**TASK DETAILS**
Quote every line from the top of the listing down to and including the line that contains "README = (SOURCE".

**RECORDS FOR THIS EXERCISE**

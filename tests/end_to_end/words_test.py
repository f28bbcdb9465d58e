#!/usr/bin/python3
"""The words of the command line, and that README and program say the same of them."""
import functools
import os
import re
import shutil
import subprocess
import sys
import unittest

from support import COMMAND, CommandTest, SOURCE, demo_town

README = (SOURCE / "README.md").read_text(encoding="utf-8")
COMMANDS = ("run", "check", "explain", "compare", "methods", "completion", "manual", "demo")


@functools.cache
def help_of(*words):
    return subprocess.run([COMMAND, *words, "--help"], capture_output=True, text=True, check=True).stdout


def options_in(text):
    """Every --word and -x of a text, apart from rows of dashes in tables."""
    return set(re.findall(r"(?<![\w-])(--[a-z][a-z-]*|-[a-z])(?![\w-])", text))


def section(title):
    """A section of the README, from its heading to the next of the same or a higher level."""
    found = re.search(rf"(?ms)^(#+) {re.escape(title)}\n(.*?)(?=^#{{1,2}} |\Z)", README)
    return found.group(2)


class CommandLine(CommandTest):
    def test_help_and_version_are_no_faults(self):
        for words in (["--help"], ["-h"], ["--version"]) + tuple([command, "--help"] for command in COMMANDS):
            run = self.rillclock(*words)
            self.assertEqual((run.returncode, run.stderr), (0, ""), words)
            self.assertTrue(run.stdout)

    def test_a_version_names_the_libraries_too(self):
        self.assertRegex(self.done("--version"), r"^rillclock \d+\.\d+\.\d+, GDAL \d\S+, PROJ \d\S+ \(its database opens\)\n$")

    def test_a_version_says_where_the_database_of_proj_does_not_open(self):
        (self.folder / "empty").mkdir()
        said = self.done("--version", env=os.environ | {"PROJ_LIB": str(self.folder / "empty"), "PROJ_DATA": str(self.folder / "empty")})
        self.assertIn("its database does not open", said)

    def test_completion_offers_every_command_and_option(self):
        for shell in ("bash", "zsh", "fish"):
            script = self.done("completion", shell)
            for command in COMMANDS:
                self.assertIn(command, script)
            for option in options_in(help_of("run")):
                self.assertIn(option if shell != "fish" else f" -{'l' if option.startswith('--') else 's'} {option.lstrip('-')}", script)
            if shutil.which(shell):
                (self.folder / "script").write_text(script)
                subprocess.run([shell, "-n", self.folder / "script"], check=True)
        self.refused(2, "completion", "csh", says=("csh",))

    def test_completion_works_in_bash(self):
        (self.folder / "script").write_text(self.done("completion", "bash"))
        ask = "source ./script; COMP_WORDS=(rillclock {0}); COMP_CWORD={1}; _rillclock; echo ${{COMPREPLY[*]}}"
        for words, place, answer in (("ex", 1, "explain"), ("run --el", 2, "--elevation"), ("run --rain", 2, "--rain --rain-file")):
            said = subprocess.run(["bash", "-c", ask.format(words, place)], cwd=self.folder, capture_output=True, text=True, check=True)
            self.assertEqual(said.stdout.strip(), answer)

    def test_the_manual_holds_every_command_and_option(self):
        page = self.done("manual").replace("\\-", "-")
        for command in COMMANDS:
            self.assertIn(f".SS {command}\n", page)
            for option in options_in(help_of(command)):
                self.assertIn(option, page)
        for heading in ("NAME", "SYNOPSIS", "EXIT STATUS", "ENVIRONMENT"):
            self.assertIn(f".SH {heading}\n", page)

    def test_verbose_says_every_notice(self):
        demo_town(self.folder / "town")
        full = self.rillclock("run", "town/study.toml", "-v").stderr.count("notice: ")
        self.assertEqual(full, len(self.result("town/result")["notices"]))

    def test_without_that_each_kind_is_said_once_with_how_many_more_points(self):
        demo_town(self.folder / "town")
        said = [line for line in self.rillclock("run", "town/study.toml").stderr.splitlines() if line.startswith("notice: ")]
        by_kind = {}
        for notice in self.result("town/result")["notices"]:
            by_kind.setdefault(notice["notice"] if notice["point"] else notice["text"], []).append(notice)
        self.assertGreater(max(map(len, by_kind.values())), 5)   # which alone would nearly fill the screen
        self.assertEqual(len(said), min(8, len(by_kind)))
        for line, notices in zip(said, by_kind.values()):
            self.assertTrue(line.startswith("notice: " + notices[0]["text"]), line)
            self.assertEqual(f"Likewise at {len(notices) - 1} more" in line, len(notices) > 1, line)

    def test_nothing_is_in_colour(self):
        demo_town(self.folder / "town")
        for name in ({}, {"NO_COLOR": "1"}):
            run = self.rillclock("run", "town/study.toml", "--replace", env=os.environ | name)
            self.assertNotIn("\x1b", run.stdout + run.stderr)

    def test_words_that_are_wrong_are_told_with_the_right_ones(self):
        for words, parts in (([], ("no command was given", "rillclock demo")),
                             (["rum", "x.toml"], ("'rum'", "did you mean run?")),
                             (["run", "x.toml", "--rane", "90 mm"], ("--rane", "did you mean --rain?")),
                             (["run", "x.toml", "y.toml"], ("y.toml",)),
                             (["run", "x.toml", "--out"], ("--out",)),
                             (["demo"], ("FOLDER",)),
                             (["run"], ("no study was named", "--elevation")),
                             (["methods", "all"], ("all",))):
            self.refused(2, *words, says=parts)

    def test_check_lists_every_method_and_key_without_a_study(self):
        self.assertIn("sheet-nrcs", self.done("methods"))
        self.assertIn("two_year_24_hour", self.done("check", "--keys"))


class Readme(unittest.TestCase):
    def test_every_option_of_every_command_stands_in_its_table(self):
        described = section("Every command and option")
        offered = options_in(help_of())
        for command in COMMANDS:
            offered |= options_in(help_of(command))
        self.assertEqual(offered, options_in(described))

    def test_no_command_is_left_out(self):
        listed = re.findall(r"(?m)^  (\w+)  ", help_of().split("Subcommands:")[1])
        self.assertEqual(sorted(listed), sorted(COMMANDS))
        for command in COMMANDS:
            self.assertRegex(section("Every command and option"), rf"(?m)^### rillclock {command}\b")

    def test_options_named_anywhere_in_it_exist(self):
        offered = options_in(help_of()) | set.union(*(options_in(help_of(command)) for command in COMMANDS))
        for line in README.splitlines():
            if "rillclock" in line and "gdal" not in line:
                self.assertLessEqual(options_in(line), offered, line)

    def test_every_key_of_a_study_stands_in_its_table_with_its_default(self):
        text = subprocess.run([COMMAND, "check", "--keys"], capture_output=True, text=True, check=True).stdout
        known, name_of_section = {}, ""
        for comment, key, header in re.findall(r"(?m)^# (.*)\n([\w.]+) = |^\[(\w+)\]$", text):
            name_of_section = header or name_of_section
            if key:
                known[f"{name_of_section}.{key}".lstrip(".")] = re.search(r"\(default: (.*)\)$", comment).group(1)
        listed = dict(re.findall(r"(?m)^\| `([\w.]+)` \|.*\| ([^|]*) \|$", section("The study file")))
        self.assertEqual(listed, known)

    def test_every_table_of_roughness_is_named(self):
        text = subprocess.run([COMMAND, "methods"], capture_output=True, text=True, check=True).stdout
        tables = re.findall(r"(?m)^Manning's n of ([a-z ]+)", text)
        self.assertEqual(len(tables), 5)
        for name in tables:
            self.assertIn(name.split(" and ")[0].split(" less ")[0], README)
        self.assertIn("    0.016  asphalt pavement, rough\n", text)
        self.assertIn("    0.04  mountain: gravels, cobbles, few boulders (0.03 to 0.05)\n", text)

    def test_every_table_of_runoff_coefficients_is_named_and_every_land_use_of_the_readme_is_printed(self):
        text = subprocess.run([COMMAND, "methods"], capture_output=True, text=True, check=True).stdout
        tables = re.findall(r"(?m)^Runoff coefficients of ([^,\n]+)", text)
        self.assertEqual(len(tables), 6)
        for name in tables:
            self.assertIn(name, section("Peak flows"))
        self.assertIn("    asce roofs: 0.85 (0.75 to 0.95)\n", text)
        self.assertIn("    schwab pasture on tight clay: 0.4, 0.55, 0.6\n", text)
        self.assertIn("    cultivated, pasture, meadow,", text)
        for name in re.findall(r'`((?:asce|schwab|herpicc|everett|new york) [^`]+)`', README):
            self.assertRegex(text, rf"(?m)^    {name}: ")

    def test_every_method_is_named_with_its_formula_and_source(self):
        text = subprocess.run([COMMAND, "methods"], capture_output=True, text=True, check=True).stdout
        listed = re.findall(r"(?m)^\| `([a-z-]+)` \| (.*) \| `(.*)` \| (.*) \|$", section("Formulas and where they come from"))
        printed = re.findall(r"(?m)^([a-z-]+): (.*)\n    formula  (.*)\n(?:    (?:input|range) .*\n)+    source   (.*)$", text)
        self.assertGreaterEqual(len(printed), 9)
        self.assertEqual(listed, printed)

    def test_every_file_of_a_result_is_explained(self):
        explained = section("What you get")
        for name in ("result.json", "governing_paths.geojson", "longest_paths.geojson", "tables/outlets.csv", "tables/segments.csv",
                     "tables/review.csv", "tables/depressions.csv", "depressions.geojson", "own_paths.geojson", "tables/methods.csv", "tables/storms.csv", "tables/iterations.csv",
                     "tables/subareas.csv", "tables/handover.csv", "tables/peaks.csv", "tables/time_area.csv", "tables/pipes.csv", "rasters/travel_time.tif", "rasters/flow_azimuth.tif", "rasters/contributing_area.tif",
                     "rasters/catchment.tif", "rasters/regime.tif", "rasters/spill_elevation.tif"):
            self.assertIn(f"`{name}`", explained)

    def test_the_cautions_stand_there_word_for_word(self):
        source = (SOURCE / "include/rillclock/deliver/cautions.hpp").read_text(encoding="utf-8")
        cautions = re.findall(r'^    "(.*)",$', source, re.MULTILINE)
        self.assertEqual(len(cautions), 5)
        for caution in cautions:
            self.assertIn(caution, " ".join(section("Cautions").split()))

    def test_exit_statuses_are_listed(self):
        listed = section("Exit status")
        for status in ("0", "1", "2", "3", "130", "143"):
            self.assertRegex(listed, rf"(?m)^\| {status} \|")


class Developers(unittest.TestCase):
    TEXT = (SOURCE / "DEVELOPERS.md").read_text(encoding="utf-8")

    def test_every_file_it_names_is_there(self):
        named = re.findall(r"`((?:src|include|tests|scripts)/[\w./-]+)`", self.TEXT)
        self.assertGreater(len(named), 30)
        for name in named:
            self.assertTrue((SOURCE / name).exists(), name)

    def test_its_table_of_rooms_is_the_one_that_is_checked(self):
        sys.path.insert(0, str(SOURCE / "tests/layering"))
        import check_layering
        table = self.TEXT.split("## Rooms")[1].split("\n## ")[0]
        rooms = {room: sorted(set(may.split()) - {"nothing"})
                 for room, may in re.findall(r"(?m)^\| (\w+) \| .* \| ([a-z ]+) \|$", table) if room != "room"}
        self.assertEqual(rooms, {room: sorted(others) for room, others in check_layering.ROOMS.items()})


if __name__ == "__main__":
    unittest.main()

**ANSWER BELOW**
filename tests/end_to_end/words_test.py
repository f28bbcdb9465d58e
#!/usr/bin/python3
"""The words of the command line, and that README and program say the same of them."""
import functools
import os
import re
import shutil
import subprocess
import sys
import unittest

from support import COMMAND, CommandTest, SOURCE, demo_town

README = (SOURCE / "README.md").read_text(encoding="utf-8")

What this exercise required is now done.